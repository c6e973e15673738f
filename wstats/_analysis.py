"""Analysis files: one TOML file (our own format) naming the data and every output wanted.

:func:`load_analysis` checks the file key by key (no data read); :func:`run_analysis` reads the
data ONCE with only the columns every output needs, computes estimates, nonresponse tables,
bounds, publication tables, the methods paragraph and charts, renders them through the
registries of :mod:`wstats.render`, and writes every output atomically. All outputs are
checked before any is written, and a run that fails part-way removes what it created, so a
failed run leaves nothing behind. The format is documented in ``docs/analysis-file.md``.
"""

from __future__ import annotations

import tomllib
from collections.abc import Callable, Mapping, Sequence
from dataclasses import dataclass, field
from pathlib import Path
from typing import TYPE_CHECKING, Any

from wstats._tablespec import _Spec
from wstats.errors import AnalysisError, OutputError, WstatsError, did_you_mean

if TYPE_CHECKING:
    from wstats._codebook import Codebook
    from wstats._column import Dataset
    from wstats._design import Design

__all__ = ["JOB_KEYS", "Analysis", "Job", "Output", "execute_analysis", "load_analysis",
           "run_analysis"]

_TOP = ("data", "codebook", "title", "design", "defaults", "estimates", "nonresponse",
        "bounds", "table", "methods", "plot")
_OUT = ("output", "format")
_DOMAIN = ("variables", "by", "where", "level")
#: table name -> allowed keys of each entry
JOB_KEYS: dict[str, tuple[str, ...]] = {
    "estimates": ("name", *_DOMAIN, "statistics", "categorical", "ratios", "quantiles",
                  "proportion_ci", "reliability", *_OUT),
    "nonresponse": ("name", *_DOMAIN, "count_invalid", "sort_worst", "not_asked", *_OUT),
    "bounds": ("name", *_DOMAIN, "reasons", *_OUT),
    "table": ("spec", "title", "rows", "columns", "where", "cells", "intervals", "notes",
              "reliability", *_OUT),
    "methods": ("estimates", *_OUT),
    "plot": ("kind", "from", "output", "required"),
}
_DEFAULTS = ("by", "where", "level", "proportion_ci", "reliability")
_METHODS_SUFFIX = {".txt": "text", ".md": "markdown", ".tex": "latex"}
_BOUNDS_SUFFIX = {".json": "json", ".csv": "csv"}


@dataclass(frozen=True)
class Output:
    """One file to write: its path (resolved), format, and the key that asked for it."""

    path: Path
    fmt: str
    key: str


@dataclass(frozen=True)
class Job:
    """One ``[[estimates]]``/``[[nonresponse]]``/``[[bounds]]``/``[[table]]``/``[methods]``/
    ``[[plot]]`` entry, checked; ``options`` holds its keys with defaults applied."""

    kind: str
    key: str
    name: str
    options: Mapping[str, Any]
    outputs: tuple[Output, ...]


@dataclass(frozen=True)
class Analysis:
    """A checked analysis file; paths are resolved against the file's folder.

    Attributes
    ----------
    source : the analysis file.
    data : the survey data file.
    codebook : the codebook file, or None.
    design : design settings given in the file (``Design`` field -> value); the codebook's
        ``[design]`` lies underneath.
    jobs : every output-producing entry: estimates, nonresponse, bounds, table, methods,
        plot (the order they are computed and written in), each kind in file order.
    """

    source: Path
    data: Path
    codebook: Path | None
    design: Mapping[str, Any]
    jobs: tuple[Job, ...] = field(default_factory=tuple)

    def outputs(self) -> list[Output]:
        """Return every output of every job, in order."""
        return [o for job in self.jobs for o in job.outputs]
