from pathlib import Path
from typing import Any

import numpy as np
import pandas as pd
import pytest
from hypothesis import given, settings
from hypothesis import strategies as st
from scipy import stats

from wstats.decoding.columns import Dataset
from wstats.design.declared import Design
from wstats.errors import SingletonStratumError
from wstats.estimation.estimate import estimate

DATA = Path(__file__).parent / "data"


def _ds(**cols: Any) -> Dataset:
    return Dataset.from_arrays({k: np.asarray(v) for k, v in cols.items()})


def _row(table: Any, i: int = 0, **where: Any) -> pd.Series:
    f = table.frame
    for k, v in where.items():
        f = f[f[k].isna()] if v is None else f[f[k] == v]
    return f.iloc[i]


# ---------------------------------------------------------------- reductions to libraries


def test_equal_weights_srs_se_equals_scipy_sem() -> None:
    # [C] REFERENCES 1: one stratum, unit PSUs, equal weights -> SE(mean) == scipy.stats.sem
    y = np.random.default_rng(1).gamma(2.0, 3.0, 57)
    t = estimate(_ds(y=y, w=np.full(57, 4.0)), Design("w"), ["y"])
    r = _row(t)
    assert r.estimate == pytest.approx(y.mean(), rel=1e-13)
    assert r.se == pytest.approx(stats.sem(y), rel=1e-12)
    assert r.df == 56
    # with-replacement SRS deff of an equal-weight SRS is exactly 1 (our s^2 convention)
    assert r.deff == pytest.approx(1.0, rel=1e-12)
    assert r.deff_weight == pytest.approx(1.0)


def test_weighted_mean_equals_numpy_average() -> None:
    rng = np.random.default_rng(2)
    y, w = rng.normal(10, 3, 40), rng.uniform(0.5, 4, 40)
    t = estimate(_ds(y=y, w=w), Design("w"), ["y"], statistics=["mean", "total"])
    assert t.frame.estimate[0] == pytest.approx(np.average(y, weights=w), rel=1e-13)
    assert t.frame.estimate[1] == pytest.approx(np.sum(w * y), rel=1e-13)
    assert t.frame.weighted_n[0] == pytest.approx(w.sum())


def test_unit_psus_unequal_weights_equal_wls_hc1() -> None:
    # [C] REFERENCES 1: statsmodels WLS(y, 1, weights=w) HC1 standard error of the intercept
    import statsmodels.api as sm

    rng = np.random.default_rng(3)
    y, w = rng.normal(5, 2, 80), rng.uniform(1, 9, 80)
    bse = sm.WLS(y, np.ones(80), weights=w).fit(cov_type="HC1").bse[0]
    assert _row(estimate(_ds(y=y, w=w), Design("w"), ["y"])).se == pytest.approx(bse, rel=1e-10)


def test_one_stratum_clusters_equal_wls_cluster_robust() -> None:
    # [C] REFERENCES 1: cluster-robust WLS with G/(G-1) correction (K = 1 makes (N-1)/(N-K) = 1)
    import statsmodels.api as sm

    rng = np.random.default_rng(4)
    g = rng.integers(0, 12, 150)
    y, w = rng.normal(0, 1, 150) + g * 0.3, rng.uniform(1, 3, 150)
    fit = sm.WLS(y, np.ones(150), weights=w).fit(cov_type="cluster", cov_kwds={"groups": g})
    t = estimate(_ds(y=y, w=w, g=g), Design("w", psu="g"), ["y"])
    assert _row(t).se == pytest.approx(fit.bse[0], rel=1e-10)
    assert _row(t).df == 11


def test_stratified_srs_with_fpc_equals_cochran_theorem_5_3() -> None:
    # Cochran (1977) Sampling Techniques, 3rd ed., Theorem 5.3:
    # V(ybar_st) = sum W_h^2 (1 - f_h) s_h^2 / n_h
    rng = np.random.default_rng(5)
    n_h, N_h = np.array([6, 10, 4]), np.array([60.0, 400.0, 20.0])
    st = np.repeat([0, 1, 2], n_h)
    y = rng.normal(st * 2.0, 1.0 + st)
    w = (N_h / n_h)[st]
    big_w = N_h / N_h.sum()
    s2 = np.array([y[st == h].var(ddof=1) for h in range(3)])
    v = np.sum(big_w**2 * (1 - n_h / N_h) * s2 / n_h)
    t = estimate(_ds(y=y, w=w, st=st, N=N_h[st]), Design("w", strata="st", fpc="N"), ["y"])
    assert _row(t).se == pytest.approx(np.sqrt(v), rel=1e-12)


def test_srs_proportion_se_uses_n_minus_1() -> None:
    # [C] REFERENCES 1: SRS proportion under the formula: SE = sqrt(p(1-p)/(n-1))
    x = np.r_[np.ones(13), np.zeros(27)]
    t = estimate(_ds(x=x, w=np.ones(40)), Design("w"), ["x"], categorical=["x"])
    r = _row(t, level="1")
    assert r.estimate == pytest.approx(13 / 40)
    assert r.se == pytest.approx(np.sqrt(13 / 40 * 27 / 40 / 39), rel=1e-12)


def test_kish_weighting_effect() -> None:
    # [C] REFERENCES 7: w = (1, 1, 2, 4) -> deff_w = n sum w^2 / (sum w)^2 = 1.375
    t = estimate(_ds(y=[1.0, 2.0, 3.0, 5.0], w=[1.0, 1.0, 2.0, 4.0]), Design("w"), ["y"])
    assert _row(t).deff_weight == pytest.approx(1.375)


# ---------------------------------------------------------------- Lohr (2010) worked examples


def test_lohr_agsrs_mean_total_proportion() -> None:
    # Lohr (2010) Sampling: Design and Analysis, 2nd ed., ch. 2 [M] from memory, reproduced
    # exactly from data (REFERENCES section 9)
    a = pd.read_csv(DATA / "agsrs.csv")
    ds = _ds(acres92=a.acres92, w=np.full(300, 3078 / 300), N=np.full(300, 3078.0),
             small=(a.acres92 < 200_000).astype(float))
    t = estimate(ds, Design("w", fpc="N"), ["acres92"], statistics=["mean", "total"])
    assert t.frame.estimate[0] == pytest.approx(297_897.05, abs=0.005)
    assert t.frame.se[0] == pytest.approx(18_898.434, abs=0.001)
    assert t.frame.estimate[1] == pytest.approx(916_927_110, abs=1)
    assert t.frame.se[1] == pytest.approx(58_169_381, abs=1)
    p = estimate(ds, Design("w", fpc="N"), ["small"], categorical=["small"])
    assert _row(p, level="1").estimate == pytest.approx(0.51)
    assert _row(p, level="1").se == pytest.approx(0.02746, abs=5e-6)


def _agstrat() -> Dataset:
    s = pd.read_csv(DATA / "agstrat.csv")
    big_n = s.region.map({"NC": 1054, "NE": 220, "S": 1382, "W": 422}).to_numpy(float)
    return _ds(acres92=s.acres92, w=s.strwt, N=big_n, region=s.region.to_numpy(object))


def test_lohr_agstrat_stratified() -> None:
    # Lohr (2010) ch. 3 [M] from memory, reproduced exactly from data (REFERENCES section 9)
    t = estimate(_agstrat(), Design("w", strata="region", fpc="N"), ["acres92"],
                 statistics=["total", "mean"])
    assert t.frame.estimate[0] == pytest.approx(909_736_035, abs=1)
    assert t.frame.se[0] == pytest.approx(50_417_248, abs=1)
    assert t.frame.estimate[1] == pytest.approx(295_560.77, abs=0.005)
    assert t.frame.se[1] == pytest.approx(16_379.87, abs=0.005)
    t2 = estimate(_agstrat(), Design("w", strata="region"), ["acres92"], statistics="total")
    assert t2.frame.se[0] == pytest.approx(53_066_442, abs=1)  # [C] without fpc


def test_lohr_gpa_cluster() -> None:
    # Lohr (2010) ch. 5 [M] from memory, reproduced exactly from data (REFERENCES section 9)
    g = pd.read_csv(DATA / "gpa.csv")
    ds = _ds(gpa=g.gpa, wt=g.wt, suite=g.suite, N=np.full(len(g), 100.0))
    t = estimate(ds, Design("wt", psu="suite", fpc="N"), ["gpa"], statistics=["mean", "total"])
    assert t.frame.estimate[0] == pytest.approx(2.826)
    assert t.frame.se[0] == pytest.approx(0.163665, abs=5e-7)
    assert t.frame.df[0] == 4
    assert t.frame.estimate[1] == pytest.approx(1130.4)
    assert t.frame.se[1] == pytest.approx(65.466, abs=5e-4)
    t2 = estimate(ds, Design("wt", psu="suite"), ["gpa"])
    assert t2.frame.se[0] == pytest.approx(0.167917, abs=5e-7)
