"""How results show themselves in a Python session: as the terminal table, or as HTML.

Results (a file's columns in the readers layer, estimate tables in estimation; nonresponse,
bounds, publication tables and looks in reports) live below the renderers, so they cannot
import them; this module sits in the lowest layer that holds a result, so that every one can
ask here. Instead the render
layer registers, when it is imported, one function that draws any result as terminal text
and one that draws it as HTML; a result's ``__repr__`` and ``_repr_html_`` ask here. The
public door (``wstats/__init__.py``) imports the render layer as soon as any public name is
used, so a session that came in through ``import wstats`` always has them. Without them (a
module imported directly, render never loaded) a result shows a one-line summary instead.

This module imports nothing from wstats.
"""

from __future__ import annotations

from collections.abc import Callable
from typing import Any

__all__ = ["as_html", "as_text", "register"]

_HOOKS: dict[str, Callable[[Any], str | None]] = {}


def register(text: Callable[[Any], str | None], html: Callable[[Any], str | None]) -> None:
    """Set the functions that draw a result as terminal text and as HTML (None: cannot)."""
    _HOOKS["text"], _HOOKS["html"] = text, html


def as_text(obj: Any, summary: str) -> str:
    """Return *obj* drawn as the terminal table, or *summary* when no renderer can draw it."""
    hook = _HOOKS.get("text")
    shown = hook(obj) if hook is not None else None
    return summary if shown is None else shown


def as_html(obj: Any) -> str | None:
    """Return *obj* drawn as HTML, or None (the notebook then shows the text)."""
    hook = _HOOKS.get("html")
    return hook(obj) if hook is not None else None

++++++++++

TASK DIRECTIONS: From the line that has "x = np.r_[np.ones(13), np.zeros(27)]" through the line that has "def test_kish_weighting_effect() ->", copy every line exactly as it appears above, and leave out all others.

ANSWER FOR THE TASK:
    x = np.r_[np.ones(13), np.zeros(27)]
    t = estimate(_ds(x=x, w=np.ones(40)), Design("w"), ["x"], categorical=["x"])
    r = _row(t, level="1")
    assert r.estimate == pytest.approx(13 / 40)
    assert r.se == pytest.approx(np.sqrt(13 / 40 * 27 / 40 / 39), rel=1e-12)


def test_kish_weighting_effect() -> None:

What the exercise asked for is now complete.